Chapter 24 Key Takeaways: Dynamic Linking in Depth

  1. The PLT (Procedure Linkage Table) provides a fixed call target for external functions. Each external function gets a 16-byte PLT stub with three instructions: an indirect jump through the GOT, a push of the relocation index, and a jump to the resolver stub (PLT[0]). Code always calls the PLT stub's fixed address — never the function's actual address directly.

  2. The GOT (Global Offset Table) holds runtime addresses of external symbols. Initially, each GOT entry points back into the PLT (the push instruction after the jmp). After the first call resolves the symbol, the GOT entry is updated to the actual function address. The GOT is in a writable memory segment to allow runtime updates.

  3. Lazy binding defers symbol resolution until first use. On the first call, the PLT → PLT[0] → _dl_runtime_resolve path runs, updates the GOT, and then jumps to the real function. On every subsequent call, the PLT stub's indirect jump goes directly to the real function — one extra memory access overhead.

  4. LD_BIND_NOW=1 or the -z now linker flag disables lazy binding, resolving all symbols at program startup. This adds startup overhead but eliminates the _dl_runtime_resolve call on the first use of each function.

  5. Full RELRO (-Wl,-z,relro -Wl,-z,now) marks the GOT read-only after startup. By disabling lazy binding first (so all GOT entries are populated at startup), the entire GOT including .got.plt can be mprotect'd to read-only. This prevents GOT overwrite attacks that redirect function calls to shellcode.

  6. LD_PRELOAD achieves function interposition by loading a library before all others. Symbol resolution uses the first matching definition; a function in an LD_PRELOAD library shadows the real library function. The real function is accessible via dlsym(RTLD_NEXT, "function_name"). LD_PRELOAD is disabled for setuid/setgid programs for security.

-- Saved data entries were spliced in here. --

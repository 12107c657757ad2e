"""Run recording analyses: in this process, on local processes, or on a Dask cluster.

Each recording is one task.  A task carries an absolute path and the
already-built column plan and settings (small, picklable objects), and
returns an :class:`~clashcheck.fleet.records.AnalysisRecord`: the modes as
plain numbers, or the one-line error.  An error in one recording never stops
the others.  The number of tasks in flight is bounded, so memory stays flat
however many recordings the fleet has.

Local processes use :class:`concurrent.futures.ProcessPoolExecutor`;
clusters use :mod:`dask.distributed` (optional extra ``fleet``).
"""

from __future__ import annotations

import os
import time
from collections.abc import Callable, Iterable, Iterator
from dataclasses import dataclass
from typing import Any

from ..errors import ClashcheckError, InputError
from .records import AnalysisRecord, ModeRecord

__all__ = ["Task", "analyse_task", "run_tasks", "DASK_MISSING", "IN_FLIGHT_PER_WORKER"]

#: Tasks kept in flight per worker (bounds memory and the scheduler's queue).
IN_FLIGHT_PER_WORKER = 4
#: The message when Dask is asked for but not installed.
DASK_MISSING = "dask.distributed is not installed; install the fleet extra: pip install 'clashcheck[fleet]'"


@dataclass(frozen=True)
class Task:
    """One recording to analyse."""

    #: Absolute path of the recording (resolved before it is sent to a worker).
    path: str
    #: tap or flight.
    kind: str
    #: The reader's column plan (:class:`clashcheck.identify.Columns`).
    columns: Any
    #: The analysis settings (:class:`clashcheck.identify.TapSettings` or ``FlightSettings``).
    settings: Any
    #: SHA-256 of the recording's bytes.
    content_sha256: str
    #: SHA-256 of the settings.
    settings_key: str


def _mode_record(m: Any) -> ModeRecord:
    def opt(name: str) -> float | None:  # figures another analysis may add (friction damping)
        v = getattr(m, name, None)
        return None if v is None else float(v)

    return ModeRecord(name=m.name, frequency_hz=float(m.frequency_hz),
                      damping=None if m.damping is None else float(m.damping),
                      damping_low=float(m.damping_low), damping_high=float(m.damping_high), axis=m.axis,
                      confidence=float(m.confidence), viscous_damping=opt("viscous_damping"),
                      friction_drop_per_cycle=opt("friction_drop_per_cycle"))


def _one_line(exc: BaseException) -> str:
    text = str(exc) or type(exc).__name__
    return " ".join(text.split())


def analyse_task(task: Task) -> AnalysisRecord:
    """Analyse one recording and return a small record; errors come back as records.

    Parameters
    ----------
    task : Task
        The recording and how to analyse it.

    Returns
    -------
    AnalysisRecord
        The modes found, or ``ok=False`` with the one-line error.
    """
    from ..identify import analyse_flight, analyse_tap, open_recording

    start = time.perf_counter()
    common: dict[str, Any] = dict(content_sha256=task.content_sha256, settings_key=task.settings_key, path=task.path,
                  kind=task.kind)
    try:
        rec = open_recording(task.path, task.columns)
        result = (analyse_tap if task.kind == "tap" else analyse_flight)(rec, task.settings)
    except (ClashcheckError, OSError, ValueError, MemoryError) as exc:
        return AnalysisRecord(ok=False, error=_one_line(exc), elapsed_s=time.perf_counter() - start,
                              **common)
    except Exception as exc:  # noqa: BLE001 - one bad recording never stops the batch
        return AnalysisRecord(ok=False, error=f"internal error: {type(exc).__name__}: {_one_line(exc)}",
                              elapsed_s=time.perf_counter() - start, **common)
    return AnalysisRecord(
        ok=True, modes=tuple(_mode_record(m) for m in result.modes), method=result.method,
        sample_rate_hz=float(result.sample_rate_hz), duration_s=float(result.duration_s),
        resolution_hz=float(result.resolution_hz), warnings=tuple(result.warnings),
        elapsed_s=time.perf_counter() - start, **common)


def _single_process_worker() -> None:
    """Pool initialiser: a worker analyses in its own process only (no streaming child)."""
    os.environ.setdefault("CLASHCHECK_WORKER", "off")


def _bounded(submit: Callable[[Task], Any], wait_one: Callable[[set], tuple[set, set]],
             tasks: Iterable[Task], limit: int) -> Iterator[Any]:
    """Keep at most ``limit`` futures in flight; yield each finished future."""
    pending: set = set()
    it = iter(tasks)
    exhausted = False
    while True:
        while not exhausted and len(pending) < limit:
            try:
                pending.add(submit(next(it)))
            except StopIteration:
                exhausted = True
        if not pending:
            return
        done, pending = wait_one(pending)
        yield from done


def _run_processes(tasks: Iterable[Task], jobs: int) -> Iterator[AnalysisRecord]:
    import multiprocessing
    from concurrent.futures import FIRST_COMPLETED, ProcessPoolExecutor, wait

    ctx = multiprocessing.get_context("spawn")  # no fork of a process that may hold threads
    with ProcessPoolExecutor(max_workers=jobs, mp_context=ctx, initializer=_single_process_worker) as pool:
        for fut in _bounded(lambda t: pool.submit(analyse_task, t),
                            lambda p: wait(p, return_when=FIRST_COMPLETED), tasks,
                            IN_FLIGHT_PER_WORKER * jobs):
            yield fut.result()


def _dask():
    try:
        import dask.distributed as dd
    except ImportError:
        raise InputError("scheduler", "an installed dask.distributed", "not installed", DASK_MISSING) from None
    return dd


def _run_dask(tasks: Iterable[Task], scheduler: str, jobs: int, processes: bool) -> Iterator[AnalysisRecord]:
    dd = _dask()
    cluster = None
    try:
        if scheduler == "local":
            cluster = dd.LocalCluster(n_workers=jobs, threads_per_worker=1, processes=processes,
                                      dashboard_address=None)
            client = dd.Client(cluster)
        else:
            try:
                client = dd.Client(scheduler, timeout="20s")
            except OSError as exc:
                raise InputError("scheduler", "the address of a running Dask scheduler", scheduler,
                                 _one_line(exc)) from None
        with client:
            workers = max(1, len(client.scheduler_info().get("workers", {})) or jobs)
            ac = dd.as_completed()

            def submit(task: Task) -> Any:
                fut = client.submit(analyse_task, task, pure=False)
                ac.add(fut)
                return fut

            def wait_one(pending: set) -> tuple[set, set]:
                fut = next(ac)
                pending.discard(fut)
                return {fut}, pending

            for fut in _bounded(submit, wait_one, tasks, IN_FLIGHT_PER_WORKER * workers):
                yield fut.result()
    finally:
        if cluster is not None:
            cluster.close()


def run_tasks(tasks: Iterable[Task], *, jobs: int = 1, scheduler: str | None = None,
              processes: bool = True) -> Iterator[AnalysisRecord]:
    """Analyse every task; yield records as they finish (not in task order).

    Parameters
    ----------
    tasks : iterable of Task
        The recordings to analyse.
    jobs : int
        Local worker processes (1 = in this process); with ``scheduler="local"``,
        the number of workers of the local cluster.
    scheduler : str, optional
        ``None`` for local processes; ``"local"`` to start a Dask ``LocalCluster``;
        otherwise the address of a running Dask scheduler (``tcp://host:8786``).
    processes : bool
        For ``scheduler="local"``: workers in separate processes (``False``: threads
        of this process, for quick tests).

    Yields
    ------
    AnalysisRecord
        One per task, errors included.

    Raises
    ------
    InputError
        ``jobs`` below 1, Dask missing, or the scheduler cannot be reached.
    """
    if not (isinstance(jobs, int) and jobs >= 1):
        raise InputError("jobs", "a whole number of at least 1", jobs)
    if scheduler:
        yield from _run_dask(tasks, scheduler, jobs, processes)
    elif jobs == 1:
        for task in tasks:
            yield analyse_task(task)
    else:
        yield from _run_processes(tasks, jobs)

  7. dlopen/dlsym/dlclose enable runtime plugin systems. dlopen loads a shared library (or returns a handle to one already loaded) at any point during execution. dlsym finds a named symbol in the loaded library. dlclose decrements the reference count; the library is unloaded when the count reaches zero. This enables extensible architectures where plugins are .so files loaded on demand.

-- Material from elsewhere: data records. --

"""The fleet store: analyses kept in one SQLite file.

Why SQLite: it ships with Python (:mod:`sqlite3`, no new dependency), keeps
everything in one file next to the manifest, and every write is a
transaction, so an interrupted run leaves the store as it was after the last
committed batch, never half-written.  A columnar format would pay off only for
bulk scans of millions of rows; the fleet reads a few thousand small records.

Schema (``schema_version`` 1)
-----------------------------
``meta(key TEXT PRIMARY KEY, value TEXT)``
    ``schema_version`` and ``created_by``.
``files(path TEXT PRIMARY KEY, size INTEGER, mtime_ns INTEGER, sha256 TEXT)``
    Cache of content hashes: a file whose size and modification time are
    unchanged is not read again to hash it.
``analyses(content_sha256, settings_key, path, kind, ok, error, method,
sample_rate_hz, duration_s, resolution_hz, warnings, elapsed_s, analysed_at)``
    One row per analysed (content, settings) pair; primary key
    ``(content_sha256, settings_key)``.  ``ok`` is 1 or 0; ``error`` holds the
    one-line error of a failed analysis; ``warnings`` is a JSON list of
    sentences; ``analysed_at`` is UTC ISO 8601.
``modes(content_sha256, settings_key, idx, name, frequency_hz, damping,
damping_low, damping_high, axis, confidence, viscous_damping,
friction_drop_per_cycle)``
    The modes of each successful analysis (SI: Hz, damping ratios), primary
    key ``(content_sha256, settings_key, idx)``.

A recording is analysed again only when its bytes or its settings change;
the same file listed for two aircraft is analysed once.
"""

from __future__ import annotations

import datetime as _dt
import hashlib
import json
import os
import sqlite3
from collections.abc import Iterable
from pathlib import Path

from ..errors import InputError, OutputError
from .records import AnalysisRecord, ModeRecord

__all__ = ["Store", "STORE_SCHEMA_VERSION", "file_sha256", "DEFAULT_STORE_NAME"]

#: Version of the store's schema.
STORE_SCHEMA_VERSION = 1
#: File name of the store next to the manifest.
DEFAULT_STORE_NAME = "fleet-store.sqlite"

_SCHEMA = """
CREATE TABLE IF NOT EXISTS meta (key TEXT PRIMARY KEY, value TEXT NOT NULL);
CREATE TABLE IF NOT EXISTS files (
    path TEXT PRIMARY KEY, size INTEGER NOT NULL, mtime_ns INTEGER NOT NULL, sha256 TEXT NOT NULL);
CREATE TABLE IF NOT EXISTS analyses (
    content_sha256 TEXT NOT NULL, settings_key TEXT NOT NULL,
    path TEXT NOT NULL, kind TEXT NOT NULL, ok INTEGER NOT NULL, error TEXT,
    method TEXT, sample_rate_hz REAL, duration_s REAL, resolution_hz REAL,
    warnings TEXT NOT NULL DEFAULT '[]', elapsed_s REAL, analysed_at TEXT NOT NULL,
    PRIMARY KEY (content_sha256, settings_key));
CREATE TABLE IF NOT EXISTS modes (
    content_sha256 TEXT NOT NULL, settings_key TEXT NOT NULL, idx INTEGER NOT NULL,
    name TEXT NOT NULL, frequency_hz REAL NOT NULL, damping REAL,
    damping_low REAL NOT NULL, damping_high REAL NOT NULL, axis TEXT NOT NULL,
    confidence REAL NOT NULL, viscous_damping REAL, friction_drop_per_cycle REAL,
    PRIMARY KEY (content_sha256, settings_key, idx));
"""


def file_sha256(path: str | os.PathLike[str], chunk: int = 1 << 20) -> str:
    """SHA-256 of a file's bytes, read in chunks.

    Parameters
    ----------
    path : str or PathLike
        The file.
    chunk : int
        Bytes read at a time.

    Returns
    -------
    str
        The hex digest.
    """
    h = hashlib.sha256()
    with open(path, "rb") as fh:
        while block := fh.read(chunk):
            h.update(block)
    return h.hexdigest()


def _is_fleet_store(path: Path) -> bool:
    """Whether ``path`` is an SQLite file that ``clashcheck fleet`` created (read-only look)."""
    if not path.is_file():
        return False
    try:
        db = sqlite3.connect(f"file:{path}?mode=ro", uri=True)
        try:
            row = db.execute("SELECT value FROM meta WHERE key = 'created_by'").fetchone()
        finally:
            db.close()
    except sqlite3.Error:
        return False
    return row is not None and row[0] == "clashcheck fleet"


class Store:
    """Analyses of recordings, keyed by content hash and settings, in one SQLite file.

    Parameters
    ----------
    path : str or Path
        The store file; created when missing.
    inputs : iterable of path
        Files the store must not be (the manifest, the recordings, the builds).
    """

    def __init__(self, path: str | Path, inputs: Iterable[str | Path] = ()) -> None:
        from ..files import check_target

        self.path = Path(path)
        # a store is updated in place, so the output register cannot vouch for it: its own
        # meta table does (an existing file that is not a clashcheck store still needs --force)
        check_target(self.path, inputs, force=True if _is_fleet_store(self.path) else None)
        try:
            self._db = sqlite3.connect(str(self.path), timeout=60.0)
            self._db.executescript(_SCHEMA)
            row = self._db.execute("SELECT value FROM meta WHERE key = 'schema_version'").fetchone()
            if row is None:
                with self._db:
                    self._db.execute("INSERT INTO meta VALUES ('schema_version', ?)",
                                     (str(STORE_SCHEMA_VERSION),))
                    self._db.execute("INSERT OR REPLACE INTO meta VALUES ('created_by', 'clashcheck fleet')")
            elif row[0] != str(STORE_SCHEMA_VERSION):
                raise InputError(str(self.path), f"a fleet store of schema version {STORE_SCHEMA_VERSION}",
                                 row[0], "use --store to start a new store")
        except sqlite3.DatabaseError as exc:
            raise OutputError(str(self.path), f"not a usable fleet store ({exc})") from None

    def close(self) -> None:
        """Close the database."""
        self._db.close()

    def __enter__(self) -> "Store":
        return self

    def __exit__(self, *exc: object) -> None:
        self.close()

    def content_hash(self, path: str) -> str:
        """SHA-256 of a file, from the cache when its size and mtime are unchanged.

        Parameters
        ----------
        path : str
            Absolute path of the file.

        Returns
        -------
        str
            The hex digest.
        """
        st = os.stat(path)
        row = self._db.execute("SELECT size, mtime_ns, sha256 FROM files WHERE path = ?", (path,)).fetchone()
        if row is not None and row[0] == st.st_size and row[1] == st.st_mtime_ns:
            return str(row[2])
        digest = file_sha256(path)
        with self._db:
            self._db.execute("INSERT OR REPLACE INTO files VALUES (?, ?, ?, ?)",
                             (path, st.st_size, st.st_mtime_ns, digest))
        return digest

    def cached_hash(self, path: str, size: int, mtime_ns: int) -> str | None:
        """The cached SHA-256 of a file whose size and mtime are as given, or ``None``.

        Parameters
        ----------
        path : str
            Absolute path.
        size : int
            Size [bytes] seen now.
        mtime_ns : int
            Modification time [ns] seen now.

        Returns
        -------
        str or None
            The hex digest, when cached for this size and mtime.
        """
        row = self._db.execute("SELECT size, mtime_ns, sha256 FROM files WHERE path = ?", (path,)).fetchone()
        if row is not None and row[0] == size and row[1] == mtime_ns:
            return str(row[2])
        return None

    def known(self) -> set[tuple[str, str]]:
        """Every (content_sha256, settings_key) pair in the store."""
        return {(a, b) for a, b in self._db.execute("SELECT content_sha256, settings_key FROM analyses")}

    def put(self, records: Iterable[AnalysisRecord],
            hashes: Iterable[tuple[str, int, int, str]] = ()) -> int:
        """Write records (and content hashes found by workers) in one transaction (all or none).

        Parameters
        ----------
        records : iterable of AnalysisRecord
            Analyses to keep; a record with the same key replaces the old one.
        hashes : iterable of (str, int, int, str)
            (path, size [bytes], mtime [ns], sha256) rows for the hash cache.

        Returns
        -------
        int
            Records written.
        """
        now = _dt.datetime.now(_dt.timezone.utc).isoformat(timespec="seconds")
        n = 0
        try:
            with self._db:
                self._db.executemany("INSERT OR REPLACE INTO files VALUES (?, ?, ?, ?)", list(hashes))
                for r in records:
                    key = (r.content_sha256, r.settings_key)
                    self._db.execute("DELETE FROM modes WHERE content_sha256 = ? AND settings_key = ?", key)
                    self._db.execute(
                        "INSERT OR REPLACE INTO analyses VALUES (?,?,?,?,?,?,?,?,?,?,?,?,?)",
                        (*key, r.path, r.kind, int(r.ok), r.error, r.method, r.sample_rate_hz,
                         r.duration_s, r.resolution_hz, json.dumps(list(r.warnings)), r.elapsed_s, now))
                    self._db.executemany(
                        "INSERT INTO modes VALUES (?,?,?,?,?,?,?,?,?,?,?,?)",
                        [(*key, i, m.name, m.frequency_hz, m.damping, m.damping_low, m.damping_high, m.axis,
                          m.confidence, m.viscous_damping, m.friction_drop_per_cycle)
                         for i, m in enumerate(r.modes)])
                    n += 1
        except sqlite3.DatabaseError as exc:
            raise OutputError(str(self.path), f"cannot write the fleet store ({exc})") from None
        return n

    def get(self, content_sha256: str, settings_key: str) -> AnalysisRecord | None:
        """The stored analysis of one (content, settings) pair, or ``None``.

        Parameters
        ----------
        content_sha256 : str
            The recording's content hash.
        settings_key : str
            The settings' hash.

        Returns
        -------
        AnalysisRecord or None
            The record as stored (``elapsed_s`` as measured then).
        """
        key = (content_sha256, settings_key)
        row = self._db.execute(
            "SELECT path, kind, ok, error, method, sample_rate_hz, duration_s, resolution_hz, warnings, "
            "elapsed_s FROM analyses WHERE content_sha256 = ? AND settings_key = ?", key).fetchone()
        if row is None:
            return None
        modes = tuple(
            ModeRecord(name=m[0], frequency_hz=m[1], damping=m[2], damping_low=m[3], damping_high=m[4],
                       axis=m[5], confidence=m[6], viscous_damping=m[7], friction_drop_per_cycle=m[8])
            for m in self._db.execute(
                "SELECT name, frequency_hz, damping, damping_low, damping_high, axis, confidence, "
                "viscous_damping, friction_drop_per_cycle FROM modes "
                "WHERE content_sha256 = ? AND settings_key = ? ORDER BY idx", key))
        return AnalysisRecord(content_sha256=content_sha256, settings_key=settings_key, path=row[0],
                              kind=row[1], ok=bool(row[2]), error=row[3], modes=modes, method=row[4] or "",
                              sample_rate_hz=row[5], duration_s=row[6], resolution_hz=row[7],
                              warnings=tuple(json.loads(row[8])), elapsed_s=row[9] or 0.0)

  8. RTLD_GLOBAL vs. RTLD_LOCAL in dlopen controls symbol visibility: RTLD_LOCAL (default) — symbols in the loaded library are only visible to that library. RTLD_GLOBAL — symbols are available for resolution by subsequently loaded libraries. RTLD_NEXT in dlsym finds the next occurrence of a symbol after the caller — the mechanism for calling through to the real implementation in an LD_PRELOAD wrapper.

  9. __attribute__((constructor)) and __attribute__((destructor)) run before and after main via the DT_INIT_ARRAY and DT_FINI_ARRAY mechanism. LD_PRELOAD libraries' constructors run before the main program's constructors. Priority numbers (e.g., __attribute__((constructor(200)))) control ordering within a binary — lower numbers run first for constructors, higher numbers run first for destructors.

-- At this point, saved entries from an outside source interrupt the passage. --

def _margin_rows(cmp) -> list[list[str]]:
    rows = []
    order = {name: i for i, name in enumerate(mr.mode.name for mr in cmp.a.modes)}
    for m in sorted(cmp.margin_changes, key=lambda m: (order.get(m.mode, 0), _STATE_ORDER.get(m.pack_state, 9))):
        if m.point != "hover":
            continue
        rows.append([m.mode, m.pack_state, f"{pct(m.margin_a, 1)} ({m.order_a})",
                     f"{pct(m.margin_b, 1)} ({m.order_b})", _pp(m.change), pct(m.required_b, 1)])
    return rows


def _change_lines(cmp) -> list[str]:
    lines = []
    for title, items in (("clashes that appear in B", cmp.appeared), ("clashes that disappear in B", cmp.disappeared),
                         ("windows outside the band that appear", cmp.windows_appeared),
                         ("windows outside the band that disappear", cmp.windows_disappeared)):
        lines.append(f"{title}: " + (", ".join(f.describe() for f in items) if items else "none"))
    for v in cmp.verdict_changes:
        lines.append(f"verdict of {v.mode}: {v.verdict_a or 'absent'} → {v.verdict_b or 'absent'}")
    grouped: dict[tuple[str, str, str], list[str]] = {}
    for m in cmp.margin_changes:
        if abs(m.change) >= 0.0005:
            grouped.setdefault((m.mode, m.point, _pp(m.change)), []).append(m.pack_state)
    moved = sorted(grouped.items(), key=lambda kv: -abs(float(kv[0][2].split()[0])))
    def phrase(key, states):
        states = sorted(states, key=lambda x: _STATE_ORDER.get(x, 9))
        return f"{key[0]} at {key[1]} ({', '.join(states)}) {key[2]}"
    grow = [phrase(k, v) for k, v in moved if not k[2].startswith("-")][:5]
    shrink = [phrase(k, v) for k, v in moved if k[2].startswith("-")][:5]
    for title, items in (("margins that grow most", grow), ("margins that shrink most", shrink)):
        lines.append(f"{title}: " + (", ".join(items) if items else "none"))
    h = cmp.empty_hover_b
    if h.how == "unknown":
        lines.append("B's hover on an empty pack is unknown (no C_T)")
    elif h.can_hover:
        lines.append(f"B can still hover on an empty pack ({pct(h.throttle)})")
    else:
        lines.append("B cannot hover on an empty pack")
    return lines


class _Doc:
    """Lines of a report, as plain text for a terminal or as Markdown."""

    def __init__(self, markdown: bool) -> None:
        self.md = markdown
        self.lines: list[str] = []

    @property
    def table_format(self) -> str:
        return "github" if self.md else "simple"

    def title(self, text: str) -> None:
        self.lines += [f"# {text}" if self.md else text, ""]

    def section(self, text: str) -> None:
        if self.lines and self.lines[-1] != "":
            self.lines.append("")
        self.lines += [f"## {text}", ""] if self.md else [text]

    def para(self, text: str) -> None:
        self.lines += [text, ""]

    def bullets(self, items, mark: str = "-") -> None:
        self.lines += [("- " if self.md else f"  {mark} ") + str(i) for i in items]
        self.lines.append("")

    def numbered(self, items) -> None:
        self.lines += [(f"{i}. " if self.md else f"  {i}. ") + str(x) for i, x in enumerate(items, start=1)]
        self.lines.append("")

    def table(self, rows, headers) -> None:
        from tabulate import tabulate

        self.lines += [tabulate(rows, headers=headers, tablefmt=self.table_format), ""]

    def cautions(self) -> None:
        self.section("Safety")
        self.bullets(CAUTIONS, mark="!")

    def text(self) -> str:
        return "\n".join(self.lines).rstrip("\n") + "\n"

  10. Symbol versioning (e.g., printf@@GLIBC_2.2.5) enables ABI stability across library updates. The same .so file exports multiple versions of the same symbol. Programs record which version they linked against; the dynamic linker provides exactly that version at runtime. This is why Linux binaries remain binary-compatible across major distribution updates.

  11. **$ORIGIN` in RPATH/RUNPATH expands to the directory of the executable (or library)** at runtime. This enables relocatable installations: the executable and its libraries can be moved to any directory as a group. Without `$ORIGIN, RPATH must be an absolute path, breaking if the installation directory changes.

  12. The .dynamic section is the dynamic linker's roadmap: DT_NEEDED lists required libraries, DT_SYMTAB/DT_STRTAB point to dynamic symbol/string tables, DT_JMPREL points to .rela.plt (lazy relocation entries), DT_INIT_ARRAY/DT_FINI_ARRAY point to constructor/destructor pointer arrays. Everything the dynamic linker needs to load and link a program is encoded here.

  13. GOT overwrite is a classic attack vector: A write-anywhere vulnerability (heap overflow, format string, use-after-free) can overwrite a GOT entry, redirecting the next call to that function to attacker-controlled code. The defense stack — Full RELRO + PIE + ASLR — addresses this: RELRO makes the GOT read-only, PIE randomizes all code addresses, and ASLR randomizes library base addresses. Modern Linux distributions enable all three by default.

  14. ltrace and GDB's x/xg address are the essential tools for PLT/GOT analysis. ltrace intercepts library calls by patching GOT entries — the same mechanism as LD_PRELOAD. x/xg in GDB reads the raw GOT value before and after the first call, making the lazy binding state transition directly visible. Understanding these tools requires understanding the PLT/GOT mechanism; the mechanism becomes fully concrete through these tools.